The profits of stock seem to be very little affected by the easiness or difficulty of learning the trade in which it is employed. All the different ways in which stock is commonly employed in great towns seem, in reality, to be almost equally easy and equally difficult to learn. One branch, either of foreign or domestic trade, cannot well be a much more intricate business than another.

Thirdly, the wages of labour in different occupations vary with the constancy or inconstancy of employment.

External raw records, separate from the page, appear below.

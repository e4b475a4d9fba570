"""Yields to call and to worst, lowest prices over all redemption dates, and make-whole prices.

Rules are published; most printed vectors here are own figures, come by with another route than the code under test
(annuity formulas on whole half-years), and say so.
"""

from __future__ import annotations

import random
from datetime import date, timedelta

import pytest

from projector.bonds.schedule import DatedBond, dated_bond
from projector.bonds.worst import (
    lowest_price,
    make_whole_price,
    redemptions,
    yield_to_worst,
    yields_to_redemptions,
)
from projector.bonds.yields import CONVENTIONS, Redemption, clean_price
from projector.study.daycounts import months_before

START = date(2025, 3, 15)


def later(half_years: int) -> date:
    return months_before(START, -6 * half_years, month_end=False)


def bond(rate: float, half_years: int, **other) -> DatedBond:
    terms = {"frequency": 2, "day_count": "30/360", "end_of_month": False, **other}
    return dated_bond(coupon_rate=rate, issue=later(-4), maturity=later(half_years), **terms)


def calls(schedule: dict[int, float]) -> list[Redemption]:
    return [Redemption(later(half_year), price) for half_year, price in schedule.items()]


def flat(first: int, last: int, price: float = 100.0) -> dict[int, float]:
    return dict.fromkeys(range(first, last + 1), price)


# MSRB, Calculation of Price and Yield on Continuously Callable Securities (interpretive letter, 1989): with premiums
# that decline steeply an intermediate date may be the worst; the rule was read on the page, the figures are own.
STEEP = {**flat(10, 11, 106.0), **flat(12, 13, 103.0), **flat(14, 29)}


@pytest.mark.parametrize(
    ("rate", "price", "schedule", "half_years", "worst", "to_maturity", "worst_half_year"),
    [
        (0.04, 91.0, flat(10, 39), 40, 0.0469899719, 0.0469899719, 40),
        (0.05, 100.0, flat(4, 19), 20, 0.05, 0.05, 20),  # all equal: the latest is named
        (0.07, 108.0, STEEP, 30, 0.0560268988, 0.0617446061, 14),
    ],
)
def test_known_worst_dates_of_callable_bonds(rate, price, schedule, half_years, worst, to_maturity, worst_half_year):
    found = yield_to_worst(bond(rate, half_years), START, price, calls(schedule), "street")
    assert found.annual_yield == pytest.approx(worst, abs=1e-9)
    assert found.redemption.day == later(worst_half_year)
    each = yields_to_redemptions(bond(rate, half_years), START, price, calls(schedule), "street")
    assert each[-1].annual_yield == pytest.approx(to_maturity, abs=1e-9)


# Own figures, 6 % half-yearly with ten years left, callable at 103, 102, 101, 100 after 3, 4, 5, 6 years; yields in per
# cent. The rule: SSAP No. 26, amortisation to the call or maturity value that gives the lowest asset value (recalled).
DECLINING = {6: 103.0, 8: 102.0, 10: 101.0, 12: 100.0}


@pytest.mark.parametrize(
    ("price", "percents", "worst_half_year"),
    [
        (105.0, [5.1188, 5.0609, 5.0348, 5.0244, 5.3479], 12),
        (102.5, [6.0045, 5.7434, 5.5960, 5.5051, 5.6690], 12),
        (95.0, [8.8286, 7.9175, 7.3830, 7.0359, 6.6939], 20),
    ],
)
def test_known_yields_to_each_call_of_a_declining_schedule(price, percents, worst_half_year):
    each = yields_to_redemptions(bond(0.06, 20), START, price, calls(DECLINING), "street")
    assert [100 * found.annual_yield for found in each] == pytest.approx(percents, abs=5.1e-5)
    worst = yield_to_worst(bond(0.06, 20), START, price, calls(DECLINING), "street")
    assert worst.redemption.day == later(worst_half_year)
    assert worst.annual_yield == pytest.approx(min(percents) / 100, abs=5.1e-7)


def test_known_book_values_on_the_way_to_the_worst_date():
    """Own figures: bought at 105, amortised at the yield to the call after six years, at the ends of years 1 to 6."""
    ours = bond(0.06, 20)
    worst = yield_to_worst(ours, START, 105.0, calls(DECLINING), "street")
    path = [clean_price(ours, later(k), worst.annual_yield, "street", worst.redemption) for k in (2, 4, 6, 8, 10)]
    assert path == pytest.approx([104.2665, 103.4957, 102.6857, 101.8345, 100.9400], abs=5.1e-5)


def test_known_make_whole_prices():
    """Own figures: 5 % half-yearly, eight years to the par call; Treasury 3.50 % and 5.00 %, 25 bp."""
    amounts, times = [2.5] * 15 + [102.5], list(range(1, 17))
    assert make_whole_price(amounts, times, 0.0350, 0.0025) == pytest.approx(108.5707, abs=5.1e-5)
    assert make_whole_price(amounts, times, 0.0500, 0.0025) == 100.0
    below = [amount * 2 for amount in amounts]  # the value itself, lifted over par by doubling every payment
    assert make_whole_price(below, times, 0.0500, 0.0025) / 2 == pytest.approx(98.3839, abs=5.1e-5)


def test_limit_make_whole_at_a_spread_that_gives_the_coupon_is_par_without_accrued():
    times = [0.5 + k for k in range(10)]
    amounts = [3.0] * 9 + [103.0]
    full = make_whole_price(amounts, times, 0.03, 0.0)
    assert make_whole_price(amounts, times, 0.03, 0.0, accrued=1.5) == pytest.approx(full - 1.5, abs=1e-12)
    assert make_whole_price(amounts, [t + 0.5 for t in times], 0.055, 0.005) == pytest.approx(100.0)


def test_limit_without_calls_the_worst_is_maturity():
    ours = bond(0.06, 20)
    found = yield_to_worst(ours, START, 104.0, [], "street")
    only = yields_to_redemptions(ours, START, 104.0, [], "street")
    assert [one.annual_yield for one in only] == pytest.approx([found.annual_yield], abs=1e-13)
    assert found.redemption == Redemption(later(20), 100.0)
    assert lowest_price(ours, START, found.annual_yield, [], "street").clean_price == pytest.approx(104.0, abs=1e-10)


def test_order_flat_call_price_makes_the_first_date_worst_above_it_and_maturity_below():
    """MSRB Rule G-15(a) practice: premium to the earliest, discount to the latest."""
    ours, schedule = bond(0.05, 30), calls(flat(6, 29))
    assert yield_to_worst(ours, START, 104.0, schedule, "street").redemption.day == later(6)
    assert yield_to_worst(ours, START, 97.0, schedule, "street").redemption.day == later(30)


@pytest.mark.parametrize("convention", CONVENTIONS)
def test_limit_one_root_gives_the_lowest_of_all_yields_on_any_day(convention):
    rng = random.Random(3)
    for _ in range(40):
        frequency = rng.choice([0, 1, 2, 4, 12])
        rate = rng.uniform(0.01, 0.1) if frequency else 0.0
        ours = bond(rate, 30, frequency=frequency, day_count=rng.choice(["30/360", "ACT/ACT.ICMA", "ACT/365.FIXED"]))
        settled = START + timedelta(days=rng.randint(0, 900))
        days = sorted(rng.sample(range(1, 4400), 25))
        schedule = [Redemption(START + timedelta(days=day), 100 + rng.uniform(-2, 6)) for day in days]
        price = rng.uniform(85, 103)
        each = yields_to_redemptions(ours, settled, price, schedule, convention)
        lowest = min(each, key=lambda found: found.annual_yield)
        worst = yield_to_worst(ours, settled, price, schedule, convention)
        assert worst.redemption == lowest.redemption
        assert worst.annual_yield == pytest.approx(lowest.annual_yield, abs=1e-11)
        value = lowest_price(ours, settled, 0.06, schedule, convention)
        prices = [clean_price(ours, settled, 0.06, convention, one.redemption) for one in each]
        assert value.clean_price == pytest.approx(min(prices), abs=1e-10)
        assert value.redemption == each[prices.index(min(prices))].redemption


def test_limit_call_tomorrow_at_a_loss_is_the_worst_even_below_minus_100_percent():
    found = yield_to_worst(bond(0.05, 20), START, 104.0, [Redemption(START + timedelta(days=1), 100.0)], "street")
    assert found.redemption.day == START + timedelta(days=1)
    assert found.annual_yield < -2.0


def test_limit_past_calls_are_left_out_and_impossible_ones_refused():
    ours = bond(0.05, 20)
    assert redemptions(ours, START, [Redemption(START, 102.0)]) == (Redemption(later(20), 100.0),)
    with pytest.raises(ValueError, match="is not before maturity"):
        redemptions(ours, START, calls({20: 100.0}))
    with pytest.raises(ValueError, match="two call prices stand on one date"):
        redemptions(ours, START, [*calls({4: 100.0}), *calls({4: 101.0})])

Employment is much more constant in some trades than in others. In the greater part of manufactures, a journeyman maybe pretty sure of employment almost every day in the year that he is able to work. A mason or bricklayer, on the contrary, can work neither in hard frost nor in foul weather, and his employment at all other times depends upon the occasional calls of his customers. He is liable, in consequence, to be frequently without any. What he earns, therefore, while he is employed, must not only maintain him while he is idle, but make him some compensation for those anxious and desponding moments which the thought of so precarious a situation must sometimes occasion. Where the computed earnings of the greater part of manufacturers, accordingly, are nearly upon a level with the day-wages of common labourers, those of masons and bricklayers are generally from one-half more to double those wages. Where common labourers earn four or five shillings a-week, masons and bricklayers frequently earn seven and eight; where the former earn six, the latter often earn nine and ten; and where the former earn nine and ten, as in London, the latter commonly earn fifteen and eighteen. No species of skilled labour, however, seems more easy to learn than that of masons and bricklayers. Chairmen in London, during the summer season, are said sometimes to be employed as bricklayers. The high wages of those workmen, therefore, are not so much the recompence of their skill, as the compensation for the inconstancy of their employment.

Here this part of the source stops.